Motley’s Law: From Beauty Queen to Defence Lawyer in Afghanistan
Kimberley Motley left her husband and three kids behind in the United States and headed to Kabul, Afghanistan, to become the only foreign lawyer, not to mention the only woman, to work in Afghan courts.
In light of the recent chain of events in Afghanistan, beginning with foreign forces announcing withdrawal following a deal between the US and the Taliban, and culminating in the Taliban taking over Afghanistan, we revisit the 2015 documentary Motley’s Law.
Motley’s Law follows the story of Kimberley Motley. Motley is an American human rights lawyer who went to Afghanistan in 2008 to work for the Justice Sector Support program, a legal capacity building program for the Afghan government.
At the time, Motley had never travelled outside of the United States before, but left her husband and three children behind to work in Kabul, with the intention of using the money from her new job to pay off her student debt and help her family move out of crime-ridden Milwaukee, where she had grown up, and move to North Carolina.
Her experience living in bad neighbourhoods would later help her navigate Afghanistan, quipping “I grew up in a bad neighbourhood, and Kabul is just another bad neighbourhood.”
During Motley’s time in Afghanistan, she experienced the first-hand horrors of living in a war-torn country. The film opens with Motley returning to her part-time home in Afghanistan, asking her driver Khadir and her assistant Khalil why they are afraid to go near the building, only to discover that a grenade had been thrown through her window while she was away.

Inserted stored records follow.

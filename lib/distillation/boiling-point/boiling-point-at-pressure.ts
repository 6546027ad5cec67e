import { convertPressure, STANDARD_ATMOSPHERE_MBAR } from '@/lib/units/pressure';
import { requireFinite, requireWithin } from '@/lib/units/require-number';
import { antoineBoilingPointC, antoineReach } from './antoine';
import { maxwellBonnellBoilingPointC, maxwellBonnellErrorC } from './maxwell-bonnell';
import { interpolate } from './solve';
import type { VapourPressureData } from './vapour-pressure-data';
import { wagnerBoilingPointC } from './wagner';

export type BoilingPointMethod = 'wagner' | 'antoine' | 'maxwell-bonnell';

export const METHOD_NAMES: Readonly<Record<BoilingPointMethod, string>> = {
  wagner: 'Wagner equation',
  antoine: 'Antoine equation',
  'maxwell-bonnell': 'Maxwell-Bonnell equation',
};

export type BoilingPointResult = {
  boilingPointC: number;
  /** Half-width that holds about 95 % of the liquids it was measured on. */
  uncertaintyC: number;
  method: BoilingPointMethod;
  source: string;
  notes: string[];
};

/** Pressures that a still is planned for, mbar: outside them no method here has a stated error. */
export const LOWEST_PRESSURE_MBAR = 0.02;
export const HIGHEST_PRESSURE_MBAR = 1999;

/** Sources that differ by more than this are mentioned, °C. */
const NOTEWORTHY_GAP_C = 0.5;

const LOG_MMHG = [0.1, 1, 10, 100, 300, 760].map((p) => Math.log10(p));
/**
 * 95 % agreement of the Wagner and the Antoine sets of the reference table with each other (1.0 °C at 10 to
 * 50 mmHg over 100 liquids, 0.8 °C from 100 mmHg on); below 10 mmHg few sets can be compared, so it is widened.
 */
const FITTED_C = [4, 2.5, 1, 0.9, 0.8, 0.8];

/** 95 % half-width of a fitted vapour-pressure equation at a pressure, °C. */
export function fittedEquationErrorC(pressureMbar: number): number {
  return interpolate(LOG_MMHG, FITTED_C, Math.log10(convertPressure(pressureMbar, 'mbar', 'mmHg')));
}

/**
 * Boiling point at a pressure: Wagner where there is a set that covers it, else Antoine inside its range (at most
 * 5 °C beyond it), else Maxwell-Bonnell corrected by class. The uncertainty is never less than the disagreement
 * between the sets and the normal boiling point at hand.
 *
 * @param pressureMbar absolute, 0.02 to 1999 mbar
 * @throws RangeError when the pressure is out of range or the normal boiling point is no temperature
 */
export function boilingPointAtPressure(data: VapourPressureData, pressureMbar: number): BoilingPointResult {
  requireWithin('Pressure (mbar)', pressureMbar, LOWEST_PRESSURE_MBAR, HIGHEST_PRESSURE_MBAR);
  requireFinite('Normal boiling point (°C)', data.normalBoilingPointC);
  return (
    byWagner(data, pressureMbar) ?? byAntoine(data, pressureMbar) ?? byMaxwellBonnell(data, pressureMbar)
  );
}

/** The Wagner answer, or null where there is no set or it does not cover the pressure. */
function byWagner(data: VapourPressureData, pressureMbar: number): BoilingPointResult | null {
  const set = data.wagner;
  const boilingPointC = set ? attempt(() => wagnerBoilingPointC(set, pressureMbar / 10)) : null;
  if (!set || boilingPointC === null) return null;
  const notes: string[] = [];
  const normalC = attempt(() => wagnerBoilingPointC(set, STANDARD_ATMOSPHERE_MBAR / 10));
  let uncertaintyC = Math.max(fittedEquationErrorC(pressureMbar), noteNormalGap(data, normalC, notes));
  const antoine = data.antoine;
  const antoineC = antoine ? attempt(() => antoineBoilingPointC(antoine, pressureMbar / 10)) : null;
  if (antoine && antoineC !== null && antoineReach(antoine, antoineC) === 'inside') {
    const gap = Math.abs(antoineC - boilingPointC);
    uncertaintyC = Math.max(uncertaintyC, gap);
    if (gap > NOTEWORTHY_GAP_C) {
      notes.push(
        `The Antoine set gives ${antoineC.toFixed(1)} °C: the sources differ by ${gap.toFixed(1)} °C.`,
      );
    }
  }
  return { boilingPointC, uncertaintyC, method: 'wagner', source: set.source, notes };
}

/** The Antoine answer, or null where there is no set or the boiling point lies too far outside its range. */
function byAntoine(data: VapourPressureData, pressureMbar: number): BoilingPointResult | null {
  const set = data.antoine;
  const boilingPointC = set ? attempt(() => antoineBoilingPointC(set, pressureMbar / 10)) : null;
  if (!set || boilingPointC === null) return null;
  const reach = antoineReach(set, boilingPointC);
  if (reach === 'outside') return null;
  const notes: string[] = [];
  const normalC = attempt(() => antoineBoilingPointC(set, STANDARD_ATMOSPHERE_MBAR / 10));
  let uncertaintyC = Math.max(fittedEquationErrorC(pressureMbar), noteNormalGap(data, normalC, notes));
  if (reach === 'extrapolated') {
    uncertaintyC += 0.5;
    notes.push(`Up to 5 °C beyond the range of the set, ${set.tMinC} to ${set.tMaxC} °C.`);
  }
  return { boilingPointC, uncertaintyC, method: 'antoine', source: set.source, notes };
}

/** How far a set's own normal boiling point lies from the recorded one, °C; said in a note when it matters. */
function noteNormalGap(data: VapourPressureData, setNormalC: number | null, notes: string[]): number {
  if (setNormalC === null) return 0;
  const gap = Math.abs(setNormalC - data.normalBoilingPointC);
  if (gap > NOTEWORTHY_GAP_C) {
    notes.push(
      `The set boils at ${setNormalC.toFixed(1)} °C at 1 atm, ${data.normalBoilingPointC.toFixed(1)} °C is recorded.`,
    );
  }
  return gap;
}

/** The value, or null where an equation does not reach. */
function attempt(compute: () => number): number | null {
  try {
    return compute();
  } catch (error) {
    if (error instanceof RangeError) return null;
    throw error;
  }
}

/** Maxwell-Bonnell with the correction of the liquid's class; the fallback that always answers. */
export function byMaxwellBonnell(data: VapourPressureData, pressureMbar: number): BoilingPointResult {
  const pressureMmHg = convertPressure(pressureMbar, 'mbar', 'mmHg');
  const association = data.associated ? (data.associationClass ?? 'other') : 'none';
  const { addC, uncertaintyC } = maxwellBonnellErrorC(pressureMmHg, association);
  const plainC = maxwellBonnellBoilingPointC(data.normalBoilingPointC, pressureMmHg);
  const notes = [
    `Estimated from the normal boiling point alone, ${data.normalBoilingPointC.toFixed(1)} °C; expected error ${uncertaintyC.toFixed(1)} °C (95 %).`,
  ];
  if (association !== 'none') {
    const sign = addC < 0 ? 'lowered' : 'raised';
    notes.push(
      `${data.name} associates: the equation's ${plainC.toFixed(1)} °C was ${sign} by ${Math.abs(addC).toFixed(1)} °C, the mean for its class.`,
    );
  }
  if (pressureMmHg < 0.1)
    notes.push('Below 0.1 mmHg the error was never measured: it is widened by a guess.');
  return {
    boilingPointC: plainC + addC,
    uncertaintyC,
    method: 'maxwell-bonnell',
    source: `Maxwell and Bonnell (1957), from the normal boiling point: ${data.normalBoilingPointSource}`,
    notes,
  };
}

However, Motley refuses to let herself be shaken, saying “I can’t let this stuff affect me. Because I’m going to keep doing this. I might change up some things, but I’m not going to stop doing this.”
In an extreme juxtaposition, the film cuts between Motley’s chilling reality in Afghanistan and her home life in Wisconsin, where she’s a soccer mom who takes her kids for ice cream and helps her daughter pick colleges.
In Afghanistan, home to one of the most conservative and male-dominated legal systems in the world, she defends her clients as the only female lawyer in the room, leads tribal councils of men, and nonchalantly accepts the fact that bombings happen on streets that she just walked on.
Following the state of the recent collapse in Afghanistan, Motley has spoken out about how no matter what we may see through news coverage of the country’s collapse, the reality on the ground for women under Taliban rule will be far worse.
While it may be difficult to imagine a reality worse than people being trampled to death at Kabul Airport as thousands of people try to flee Afghanistan, Motley explains that “We’re seeing in real-time the erasure of women from society in Afghanistan,” where women’s faces in public spaces are being painted over, and women will need a male escort to be seen in public or risk violent punishment.
Motley is particularly angered by President Biden’s handling of the withdrawal because of the work she and others had done to help establish a justice system and rule of law, as shown in Motley’s Law.
She also intends to go back to Afghanistan as soon as possible, despite the conditions, stating that “I have more work to do now there than ever.”